From Selling Bananas in Kampala to a Commonwealth Scholarship in the UK

By | February 2, 2026

By Caroline Nakanwagi

In 2011, at just 17 years old, I watched my dream of education collapse. I grew up with a single parent in a low-income family in the Kampala slums, where my father struggled daily to provide even the basics. School fees were always uncertain, but education was my only hope for a better future.

After excelling in my O-Level examinations with a first grade, I joined Senior Five, believing hard work would carry me forward. But I only studied for one term. My father could not afford the fees. I still remember the humiliation: the school confiscated my personal belongings—my books, suitcase, even my mattress.

I packed what little dignity I had left and walked away. While my classmates returned to class, I returned home, feeling my life had stopped.

School fees were 300,000 Uganda shillings per term, yet I earned only 30,000 shillings a month selling vegetables at a friend’s stall. Poverty was cruel. No matter how hard I worked, it never seemed enough. But I refused to let this be the end of my story.

I worked every day, Monday to Sunday, saving every coin. Later, I started my own small banana stall to raise more money after school hours. Some days I went hungry.

Some nights I slept at friends’ homes because I had nowhere else to go. Yet something inside me whispered: Don’t give up.

My life began to change because of small acts of kindness. A Muslim woman who often bought vegetables asked why I was not in school. After hearing my story, she revealed she was a school director and offered me a place at subsidized fees. Later, another customer paid my school fees entirely. Strangers became angels in my life.

At Faiha High School in Mpererwe, my headteacher offered me a boarding place and trusted me to pay later. That opportunity gave me stability for the first time in years. I woke up at 3:00 a.m. daily to study, determined not to waste my second chance.

My hard work paid off. I scored 19 out of 20 points, becoming the best student in my class and earning a government scholarship to Makerere University. There, I pursued a bachelor’s degree in social work and social administration, graduating with a First-Class Degree in 2019.

My struggles shaped my purpose: I wanted to serve children and young people facing the same hardships I had known.

I joined Uganda Youth Development Link (UYDEL) and later Trailblazers Mentoring Foundation, working with vulnerable youth, survivors of violence and trafficking, teenage parents, and street-connected children.

Over the years, I have mentored and supported more than 2,000 young people, encouraging them to return to school, stay in school, and complete their education. My work has taken me across Uganda—from Kampala to Karamoja, West Nile, and northern regions—bringing hope and life skills to communities that often feel forgotten.

Still, I dreamed of doing more.
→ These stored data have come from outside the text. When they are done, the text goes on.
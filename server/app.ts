import { randomUUID } from 'node:crypto';
import { existsSync } from 'node:fs';
import { join } from 'node:path';
import { toNodeHandler } from 'better-auth/node';
import compression from 'compression';
import express from 'express';
import type { ErrorRequestHandler, Express, RequestHandler } from 'express';
import { rateLimit } from 'express-rate-limit';
import helmet from 'helmet';
import multer from 'multer';
import { pinoHttp } from 'pino-http';
import { LOOPBACK_HEADER } from './auth/auth';
import { isFromLoopback } from './auth/loopback';
import { isOpenAuthRoute } from './auth/open-routes';
import type { ErrorEnvelope } from './contract/errors';
import type { Deps } from './deps';
import { AppError, notFound } from './errors';
import { projectRoot } from './paths';
import { groupRoutes } from './routes/groups';
import { meRoutes } from './routes/me';
import { rawFileRoutes } from './routes/raw-files';
import type { RouteEntry } from './routes/route';
import { runRoutes } from './routes/runs';
import { stationRoutes } from './routes/stations';

/** Every route of the interface, in one list: what is not in it is not served. */
export const routeTable: readonly RouteEntry[] = [
  ...meRoutes,
  ...groupRoutes,
  ...stationRoutes,
  ...rawFileRoutes,
  ...runRoutes,
];

const MINUTE_MS = 60_000;

export interface AppOptions {
  /** The exported client; requests for pages answer 503 while it is not there. */
  webFolder?: string;
}

export function createApp(
  deps: Deps,
  { webFolder = join(projectRoot, 'dist', 'web') }: AppOptions = {},
): Express {
  const app = express();
  app.disable('x-powered-by');
  app.set('query parser', 'simple');
  app.use(
    pinoHttp({
      logger: deps.log,
      genReqId: (_req, res) => {
        const id = randomUUID();
        res.setHeader('x-request-id', id);
        return id;
      },
      customLogLevel: (_req, res, cause) => {
        if (cause || res.statusCode >= 500) return 'error';
        return res.statusCode >= 400 ? 'info' : 'debug';
      },
      // Query strings may carry reset tokens.
      serializers: {
        req: (req: { id: string; method: string; url: string }) => ({
          id: req.id,
          method: req.method,
          path: req.url.split('?')[0],
        }),
        res: (res: { statusCode: number }) => ({ statusCode: res.statusCode }),
      },
    }),
  );
  app.use(securityHeaders(deps));
  app.use(
    compression({
      filter: (req, res) => !isEventStream(res.getHeader('content-type')) && compression.filter(req, res),
    }),
  );

  app.use('/api', (_req, res, next) => {
    res.set('cache-control', 'no-store');
    next();
  });
  const limited = limiter(deps.rateLimits.general);
  app.use('/api/auth/sign-in', limiter(deps.rateLimits.signIn));
  app.use('/api/auth/request-password-reset', limiter(deps.rateLimits.signIn));
  // The sign-in library reads the body itself: it stands before express.json().
  const authHandler = toNodeHandler(deps.auth);
  app.all('/api/auth/*splat', limited, (req, res, next) => {
    if (!isOpenAuthRoute(req.method, req.path.slice('/api/auth'.length))) return next(notFound('address'));
    req.headers[LOOPBACK_HEADER] = isFromLoopback(req) ? '1' : '0';
    authHandler(req, res).catch(next);
  });
  app.use('/api', express.json({ limit: '1mb' }));
  for (const entry of routeTable) app[entry.method](entry.path, limited, entry.handler(deps));
  app.use('/api', (_req, _res, next) => next(notFound('address')));

  serveClient(app, webFolder);
  app.use(errorHandler(deps));
  return app;
}

function isEventStream(type: number | string | string[] | undefined): boolean {
  return String(type ?? '').startsWith('text/event-stream');
}

function securityHeaders(deps: Deps): RequestHandler {
  const isHttps = deps.config.publicUrl?.startsWith('https://') ?? false;
  return helmet({
    contentSecurityPolicy: {
      useDefaults: false,
      directives: {
        defaultSrc: ["'self'"],
        // The row reader is WebAssembly.
        scriptSrc: ["'self'", "'wasm-unsafe-eval'"],
        styleSrc: ["'self'", "'unsafe-inline'"],
        imgSrc: ["'self'", 'data:', 'blob:'],
        fontSrc: ["'self'"],
        workerSrc: ["'self'"],
        connectSrc: ["'self'"],
        objectSrc: ["'none'"],
        baseUri: ["'self'"],
        formAction: ["'self'"],
        frameAncestors: ["'none'"],
      },
    },
    strictTransportSecurity: isHttps,
  });
}

function limiter(perMinute: number): RequestHandler {
  return rateLimit({
    windowMs: MINUTE_MS,
    limit: perMinute,
    standardHeaders: 'draft-8',
    legacyHeaders: false,
    handler: (_req, _res, next) =>
      next(
        new AppError('too_many_requests', {
          userMessage:
            'Too many requests came from here within a minute. Nothing was changed. Wait a minute and try again.',
        }),
      ),
  });
}

/** The exported client: hashed files for ever, the page itself never from a cache, every other address is the page. */
function serveClient(app: Express, webFolder: string): void {
  const forever = { immutable: true, maxAge: '365d', index: false, fallthrough: false } as const;
  for (const folder of ['_expo', 'assets', 'fonts']) {
    app.use(`/${folder}`, express.static(join(webFolder, folder), forever));
  }
  app.use(express.static(webFolder, { index: false, maxAge: 0 }));
  app.get('/{*any}', (req, res, next) => {
    // A missing file is not a page.
    if (/\.[A-Za-z0-9]{1,8}$/.test(req.path)) return next(notFound('file'));
    const page = join(webFolder, 'index.html');
    if (!existsSync(page)) {
      return next(
        new AppError('unavailable', {
          message: 'dist/web is missing',
          userMessage:
            'The pages of Gustbook are not built yet; the interface under /api works. Run "npm start", which builds them.',
        }),
      );
    }
    res.set('cache-control', 'no-cache');
    res.sendFile(page);
  });
}

/** Turns whatever was thrown into one of the contract's errors. */
function asAppError(cause: unknown): AppError {
  if (cause instanceof AppError) return cause;
  if (cause instanceof multer.MulterError) {
    if (cause.code === 'LIMIT_FILE_SIZE') {
      return new AppError('too_large', {
        userMessage:
          'The file is larger than this server takes in one file. Nothing was stored. Split it, or ask for a higher limit.',
        cause,
      });
    }
    return new AppError('invalid_input', {
      userMessage:
        'The upload is not as it must be: the fields id and layoutId, then one file. Nothing of the rest was stored. Send each file by itself.',
      fields: [{ path: cause.field ?? 'file', message: cause.message }],
      cause,
    });
  }
  const { status, type } = (cause ?? {}) as { status?: unknown; type?: unknown };
  if (type === 'entity.too.large') {
    return new AppError('too_large', {
      userMessage: 'The request is too large. Nothing was changed.',
      cause,
    });
  }
  if (status === 404) return notFound('file');
  if (typeof status === 'number' && status >= 400 && status < 500) {
    return new AppError('invalid_input', {
      userMessage:
        'The request could not be read. Nothing was changed. It must be well-formed JSON, or a multipart upload.',
      cause,
    });
  }
  if (
    cause instanceof Error &&
    /^(Unexpected end of form|Malformed part header|Multipart: Boundary not found)/.test(cause.message)
  ) {
    return new AppError('invalid_input', {
      userMessage: 'The upload was cut off or is malformed, so nothing was stored. Send it again.',
      cause,
    });
  }
  return new AppError('internal', {
    message: cause instanceof Error ? cause.message : String(cause),
    userMessage:
      'Something went wrong on the server. What was stored before is safe. Try again; if it happens again, tell whoever runs this server the request number.',
    cause,
  });
}

function errorHandler(deps: Deps): ErrorRequestHandler {
  return (cause: unknown, req, res, _next) => {
    const error = asAppError(cause);
    const requestId = String(req.id);
    if (error.status >= 500) deps.log.error({ err: error, requestId }, 'request failed');
    else deps.log.debug({ code: error.code, reason: error.message, requestId }, 'request refused');
    if (res.headersSent) {
      res.destroy();
      return;
    }
    const envelope: ErrorEnvelope = {
      error: {
        code: error.code,
        message: error.userMessage,
        requestId,
        ...(error.fields ? { fields: error.fields } : {}),
      },
    };
    res.status(error.status).json(envelope);
  };
}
Concerned by the growing refugee crisis affecting women and children in Uganda, I applied to pursue a master’s degree in international relations through the Commonwealth Scholarship.

Then, in 2025, while conducting life-skills training for teenage parents in Gulu District, I received an email from the Commonwealth Scholarship Commission. I opened it once.

Then again. Then a third time. I could not believe what I was reading. I had been selected. Right there in Gulu, I broke down in tears of relief, gratitude, and disbelief—a once school dropout was going to the United Kingdom.

Today, I am pursuing a master’s degree in international relations in the UK as a Commonwealth Scholar, determined to use my education to advocate for vulnerable women, children, and refugees. But my story is not just mine.

It belongs to every child sent home for school fees and every young person who believes poverty has decided their future. Your circumstances are not your destiny.

Do not give up on your education. Seek help. Work hard. Keep going, even when the road feels impossible. If a girl who once sold bananas to survive can study in the UK, your dream is valid too.

I extend my heartfelt gratitude to the Commonwealth Scholarship Commission, the Ministry of Education and Sports, the leadership of Faiha High School Mpererwe, my employers at UYDEL and Trailblazers Mentoring Foundation, my family, friends, and the kind strangers who believed in me when I could barely believe in myself.

From the margins to the Commonwealth stage, my journey proves one simple truth: resilience can carry you further than you ever imagined. And this is only the beginning.